-- What is needed --
Return the lines below that contain the word "breweryId".

-- Task input --

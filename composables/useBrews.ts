import type { BrewView } from '#shared/schemas/brew'
import { failReading } from './problem'

/** All brews, newest first, and where each still is. */
export function useBrews({ lazy = false } = {}) {
  const api = useApi()
  const ready = useAsyncData('brews', (): Promise<BrewView[]> => api<BrewView[]>('/api/brews').catch(failReading), { lazy })
  const { data: brews, error, status, refresh } = ready
  const why = computed(() => error.value?.message)
  return { brews, why, status, refresh, ready }
}
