import { agePictureOf } from '#shared/cellar/agePicture'
import type { LedgerLine } from '#shared/cellar/movement'
import { replay } from '#shared/cellar/replay'
import { stackOf } from '#shared/cellar/stack'
import type { StackView } from '#shared/schemas/stack'
import type { Layer } from './layers'
import { daysFrom } from './civilDate'

/** How a vessel's beer is: before an act, or as it would be after. */
export interface Picture {
  litres: number
  layers: Layer[]
  ages: { mean: number, p10: number, p50: number, p90: number } | null
}

/** Beer that goes in: of one brew, or out of another vessel in the proportions that it has there. */
export type Incoming
  = | { kind: 'brew', code: string, brewedOn: string, beerCode: string | null, litres: number }
    | { kind: 'stack', stack: StackView, litres: number }

const VESSEL = 'vessel'

/**
 * What a vessel would hold at the end of a day if so much went out and so much came in. The lines go through the same
 * engine as the ledger itself: the stack is set up as it stands, and the act replayed on it.
 */
export function pictureAfter(before: StackView, { out, incoming }: { out: number, incoming: readonly Incoming[] }): Picture {
  const brews = new Map<string, { code: string, brewedOn: string, beerCode: string | null }>()
  const lines: LedgerLine[] = []
  const line = (kind: LedgerLine['kind'], litres: number, brewId?: string) => {
    if (litres > 0) lines.push({ kind, day: 0, placeInDay: 0, actId: '', position: lines.length, vesselId: VESSEL, litres, ...(brewId === undefined ? {} : { brewId }) })
  }
  const fill = (stack: StackView, litres: number) => {
    const share = stack.litres === 0 ? 0 : litres / stack.litres
    for (const { brewCode, brewedOn, beerCode, litres } of stack.cohorts) {
      brews.set(brewCode, { code: brewCode, brewedOn, beerCode })
      line('in', litres * share, brewCode)
    }
    line('addition', (stack.litres - stack.cohorts.reduce((sum, cohort) => sum + cohort.litres, 0)) * share)
  }
  fill(before, before.litres)
  line('draw', out)
  for (const beer of incoming) {
    if (beer.kind === 'stack') {
      fill(beer.stack, Math.min(beer.litres, beer.stack.litres))
      continue
    }
    brews.set(beer.code, { code: beer.code, brewedOn: beer.brewedOn, beerCode: beer.beerCode })
    line('in', beer.litres, beer.code)
  }
  const stack = stackOf(replay(lines), VESSEL, 0, (id) => {
    const brewedOn = brews.get(id)?.brewedOn ?? before.on
    return { id, code: id, brewedDay: daysFrom(before.on, brewedOn) }
  })
  const ages = agePictureOf(stack)
  return {
    litres: stack.litres,
    layers: stack.cohorts.map(({ brew, share }) => ({ brewCode: brew.code, brewedOn: brews.get(brew.id)?.brewedOn ?? before.on, beerCode: brews.get(brew.id)?.beerCode ?? null, share })),
    ages: ages && { mean: ages.meanDays, p10: ages.p10Days, p50: ages.p50Days, p90: ages.p90Days },
  }
}

/** The one sentence on what an act does to the mean age. */
export function meanShiftWords(before: Picture['ages'], after: Picture['ages']): string {
  if (!after) return before ? 'The vessel is empty after it.' : 'The vessel stays empty.'
  const now = `${Math.round(after.mean).toLocaleString('en-GB')}\u00A0d`
  if (!before) return `The mean age is ${now} after it.`
  const shift = Math.round(after.mean) - Math.round(before.mean)
  if (shift === 0) return `The mean stays at ${now}.`
  return `The mean ${shift < 0 ? 'falls' : 'rises'} by ${Math.abs(shift).toLocaleString('en-GB')}\u00A0d to ${now}.`
}

const NEAR = 0.002
const FRACTIONS = [['half', 1 / 2], ['a third', 1 / 3], ['a quarter', 1 / 4], ['a fifth', 1 / 5], ['a tenth', 1 / 10]] as const

/** What part of each layer goes out with so many litres. */
export function partWords(litres: number, of: number): string {
  const share = of === 0 ? 0 : litres / of
  if (share >= 1 - NEAR) return 'all of each layer'
  const near = FRACTIONS.find(([, part]) => Math.abs(share - part) < NEAR)
  return near ? `${near[0]} of each layer` : `${Math.round(share * 1000) / 10}\u00A0% of each layer`
}
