import { epochDay } from '#shared/cellar/civilDate'
import { replay, type Cellar } from '#shared/cellar/replay'
import { stackOf, type Stack } from '#shared/cellar/stack'
import { standingOf, type StandingPicture } from '#shared/cellar/standing'
import { workingLitresOn } from '#shared/cellar/vesselEvent'
import { inLedgerOrder, type LedgerLine } from '#shared/cellar/movement'
import type { Tx } from '#server/database/client'
import { brewsOldestFirst, linesInLedgerOrder, type BrewRow, type MovementRow } from '#server/database/queries/ledger'
import { vesselEventsInOrder, type VesselEventRow } from '#server/database/queries/vesselEvents'
import { vesselsInWalkingOrder, type VesselRow, type VesselWithBeer } from '#server/database/queries/vessels'

/** A brewery's vessels, ledger and events, as they are read once for a request. Everything else is worked out from them. */
export interface CellarState {
  vessels: VesselWithBeer[]
  lines: LedgerLine[]
  brews: Map<string, BrewRow>
  events: Map<string, VesselEventRow[]>
}

/** Read what the engine needs, in one round trip. */
export async function readCellarState(tx: Tx, breweryId: string): Promise<CellarState> {
  const [vessels, lines, brews, events] = await Promise.all([
    vesselsInWalkingOrder(tx, breweryId),
    linesInLedgerOrder(tx, breweryId),
    brewsOldestFirst(tx, breweryId),
    vesselEventsInOrder(tx, breweryId),
  ])
  return { vessels, lines, brews: new Map(brews.map(brew => [brew.id, brew])), events: groupedBy(events, event => event.vesselId) }
}

/** The state as it is once some movements, and brews that they named, have been added to it. */
export function withLines(state: CellarState, rows: readonly MovementRow[], brews: readonly { id: string, code: string, brewedOn: string }[]): CellarState {
  const added = rows.map(({ occurredOn, brewId, toVesselId, lossLitres, ...row }): LedgerLine => ({
    ...row,
    day: epochDay(occurredOn),
    ...(brewId !== null && { brewId }),
    ...(toVesselId !== null && { toVesselId, lossLitres: lossLitres ?? 0 }),
  }))
  const named = brews.filter(brew => !state.brews.has(brew.id))
    .map(brew => [brew.id, { ...brew, brewedDay: epochDay(brew.brewedOn), ageBandDays: null, beerId: null, beerCode: null, beerName: null, version: 1 }] as const)
  return { ...state, lines: [...state.lines, ...added].sort(inLedgerOrder), brews: new Map([...state.brews, ...named]) }
}

/** The cellar at the end of a day, and what to ask of it. */
export interface CellarOnDay {
  cellar: Cellar
  stack(vesselId: string): Stack
}

/** Replay the ledger through the end of a civil date. */
export function cellarOn(state: CellarState, on: string): CellarOnDay {
  const day = epochDay(on)
  const wooden = new Set(state.vessels.filter(vessel => vessel.wood).map(vessel => vessel.id))
  const cellar = replay(state.lines, { throughDay: day, wooden })
  return { cellar, stack: vesselId => stackOf(cellar, vesselId, day, id => brewOf(state, id)) }
}

/** Whether a vessel held more than its working litres on a day. */
export function overBrim(state: CellarState, vessel: VesselRow, litres: number, on: string): boolean {
  const resizes = (state.events.get(vessel.id) ?? []).flatMap(({ kind, occurredOn, fromLitres, toLitres }) =>
    kind === 'resized' && fromLitres !== null && toLitres !== null ? [{ day: epochDay(occurredOn), fromLitres, toLitres }] : [])
  return litres > workingLitresOn(epochDay(on), vessel.workingLitres, resizes) * (1 + 1e-9)
}

/** The standing of a vessel on a day, by its events and the ledger replayed to that day. */
export function standingOn(state: CellarState, vessel: VesselRow, { cellar }: CellarOnDay, on: string): StandingPicture {
  const contents = cellar.vessels.get(vessel.id)
  const events = (state.events.get(vessel.id) ?? []).map(({ kind, occurredOn, reason }) => ({ kind, day: epochDay(occurredOn), reason }))
  return standingOf(events, {
    litres: contents?.litres ?? 0,
    workingLitres: vessel.workingLitres,
    lastDrawDay: contents?.lastDrawDay ?? null,
    lastRefillDay: contents?.lastRefillDay ?? null,
  }, epochDay(on))
}

function groupedBy<Item>(items: readonly Item[], keyOf: (item: Item) => string): Map<string, Item[]> {
  const groups = new Map<string, Item[]>()
  for (const item of items) {
    const group = groups.get(keyOf(item))
    if (group) group.push(item)
    else groups.set(keyOf(item), [item])
  }
  return groups
}

function brewOf({ brews }: CellarState, id: string): BrewRow {
  const brew = brews.get(id)
  // A foreign key sees to it that there is one.
  if (brew === undefined) throw new Error('a line of the ledger names a brew that is not there')
  return brew
}
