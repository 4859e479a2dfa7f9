import type { Role } from '#shared/abilities'

/** What each role is called. */
export const ROLE_WORDS: Record<Role, string> = {
  owner: 'owner',
  headBrewer: 'head brewer',
  cellarLead: 'cellar lead',
  cellarHand: 'cellar hand',
  packager: 'packager',
  taster: 'taster',
  auditor: 'auditor',
}
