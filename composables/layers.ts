import type { VesselView } from '#shared/schemas/vessel'
import type { Rectangle } from './vesselShape'

/** All beer of one brew in a vessel, as a drawing needs it. */
export type Layer = NonNullable<VesselView['layers']>[number]

/** How the beers of a brewery are told apart in a drawing, in the order in which they were set up. */
export const HATCHES = ['rising', 'dots', 'waves', 'dashes', 'falling', 'cross', 'upright', 'brick', 'rings', 'chevrons', 'plain'] as const
/** `crosses` is for beer that is none of the brewery's own. */
export type Hatch = (typeof HATCHES)[number] | 'crosses'

export const OLDEST_STEP = 12
/** Up to this step of the ramp lines are drawn dark, from there on light. */
const LAST_PALE_STEP = 6
/** Less than this is told with the older rest. */
export const SMALLEST_SHARE = 0.0001

export interface BeerSign { code: string, name: string, hatch: Hatch }

/** The beers with their hatch. Ids are made in the order of setting up, so a new beer never changes the hatch of another. */
export function beerSigns(beers: readonly { id: string, code: string, name: string }[]): BeerSign[] {
  return [...beers].sort((a, b) => a.id < b.id ? -1 : 1)
    .map(({ code, name }, index) => ({ code, name, hatch: HATCHES[index % HATCHES.length] ?? 'plain' }))
}

/** The tone of a brew, by the year it was brewed in, seen from a day: 1 is this year's. */
export function ageStep(brewedOn: string, day: string): number {
  return Math.min(OLDEST_STEP, Math.max(1, Number(day.slice(0, 4)) - Number(brewedOn.slice(0, 4)) + 1))
}

export const isPale = (step: number) => step <= LAST_PALE_STEP

/** The name of the pattern of one tone and hatch; see `LayerPatterns`. */
export function patternId(step: number, hatch: Hatch): string {
  return `beer-${step}-${hatch}`
}

export interface Band {
  key: string
  d: string
  fill: string
  /** Whether its upper edge is the surface of the beer, or a seam on the pale or the dark half of the ramp. */
  edge: 'surface' | 'pale' | 'deep'
  /** Where it lies, from its upper to its lower edge. */
  top: number
  foot: number
}

interface Picture {
  /** Oldest first. */
  layers: readonly Layer[]
  litres: number
  workingLitres: number
  box: Rectangle
  /** The day on which it is looked at. */
  day: string
  beers: readonly BeerSign[]
  /** Fixed for a vessel, so that its seams never change between visits. */
  seed: string
}

/** The layers as they are painted, newest first: each reaches down to the floor of the vessel, and the older ones are laid over it. */
export function bandsOf({ layers, litres, workingLitres, box, day, beers, seed }: Picture): Band[] {
  const hatches = new Map(beers.map(({ code, hatch }) => [code, hatch]))
  const floor = box.y + box.height
  const filled = Math.min(1, litres / workingLitres) * box.height
  const drawn = withoutCrumbs(layers)
  const wave = waveOf(seed, box)
  let share = 0
  let foot = floor
  return drawn.map((layer, index): Band => {
    share += layer.share
    // A band thinner than a pixel is drawn as one; those above give way.
    const top = Math.min(floor - share * filled, foot - 1)
    const step = ageStep(layer.brewedOn, day)
    const surface = index === drawn.length - 1
    const band: Band = {
      key: layer.brewCode,
      d: `${surface ? `M${tenth(box.x - 4)} ${tenth(top)}H${tenth(box.x + box.width + 4)}` : wave(top, index, foot - top)}V${tenth(floor + 14)}H${tenth(box.x - 4)}Z`,
      fill: `url(#${patternId(step, layer.beerCode === null ? 'crosses' : hatches.get(layer.beerCode) ?? 'crosses')})`,
      edge: surface ? 'surface' : isPale(step) ? 'pale' : 'deep',
      top,
      foot,
    }
    foot = top
    return band
  }).reverse()
}

/** What is too little to be drawn goes into the oldest layer that is not. */
function withoutCrumbs(layers: readonly Layer[]): Layer[] {
  const kept = layers.filter(layer => layer.share >= SMALLEST_SHARE).map(layer => ({ ...layer }))
  const crumbs = layers.filter(layer => layer.share < SMALLEST_SHARE).reduce((sum, layer) => sum + layer.share, 0)
  const [oldest] = kept
  if (oldest) oldest.share += crumbs
  return kept
}

/** The gentle line of a seam: it undulates by a pixel and a half at most, and next ones nearly alike, so that they never cross. */
function waveOf(seed: string, box: Rectangle) {
  const start = numberOf(seed)
  const span = 26 + start % 17
  return (y: number, index: number, thickness: number): string => {
    const high = Math.min(3, 1 + thickness / 6) * ((start + (index >> 2)) % 2 === 0 ? 1 : -1)
    const left = box.x - 4 - ((start % 13) + index * 3) % span
    const count = Math.ceil((box.x + box.width + 4 - left) / span)
    return `M${tenth(left)} ${tenth(y)}q${tenth(span / 2)} ${tenth(-high)} ${span} 0${`t${span} 0`.repeat(count)}`
  }
}

function numberOf(text: string): number {
  let sum = 7
  for (const sign of text) sum = (sum * 31 + sign.charCodeAt(0)) % 9973
  return sum
}

/** Stones of fruit, strewn over the upper third of the beer: one path. */
export function fruitPath(box: Rectangle, litres: number, workingLitres: number): string {
  const filled = Math.min(1, litres / workingLitres) * box.height
  const top = box.y + box.height - filled + 5
  const radius = Math.max(1.6, Math.min(3.2, box.width / 32))
  const across = Math.floor((box.width - 16) / (radius * 3.4))
  const down = Math.max(1, Math.floor(filled / 3 / (radius * 2.4)))
  const stones = Array.from({ length: across * down }, (_, index) => {
    const [row, column] = [Math.floor(index / across), index % across]
    if ((index * 7 + row * 3) % 5 === 0) return ''
    const x = box.x + 10 + column * radius * 3.4 + (row % 2) * radius * 1.6
    const y = top + row * radius * 2.3 + (index * 5 % 3)
    return `M${tenth(x)} ${tenth(y)}a${tenth(radius)} ${tenth(radius)} 0 1 0 .1 0`
  })
  return stones.join('')
}

const tenth = (number: number) => Math.round(number * 10) / 10

/** The tones and hatches that a page needs, each once. */
export function usedPatterns(stacks: readonly (readonly Layer[])[], day: string, beers: readonly BeerSign[]): { step: number, hatch: Hatch }[] {
  const hatches = new Map(beers.map(({ code, hatch }) => [code, hatch]))
  const used = new Map<string, { step: number, hatch: Hatch }>()
  for (const layers of stacks) {
    for (const { brewedOn, beerCode } of layers) {
      const pattern = { step: ageStep(brewedOn, day), hatch: beerCode === null ? 'crosses' as const : hatches.get(beerCode) ?? 'crosses' as const }
      used.set(patternId(pattern.step, pattern.hatch), pattern)
    }
  }
  return [...used.values()]
}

-- Exercise output --
export async function readCellarState(tx: Tx, breweryId: string): Promise<CellarState> {
    vesselsInWalkingOrder(tx, breweryId),
    linesInLedgerOrder(tx, breweryId),
    brewsOldestFirst(tx, breweryId),
    vesselEventsInOrder(tx, breweryId),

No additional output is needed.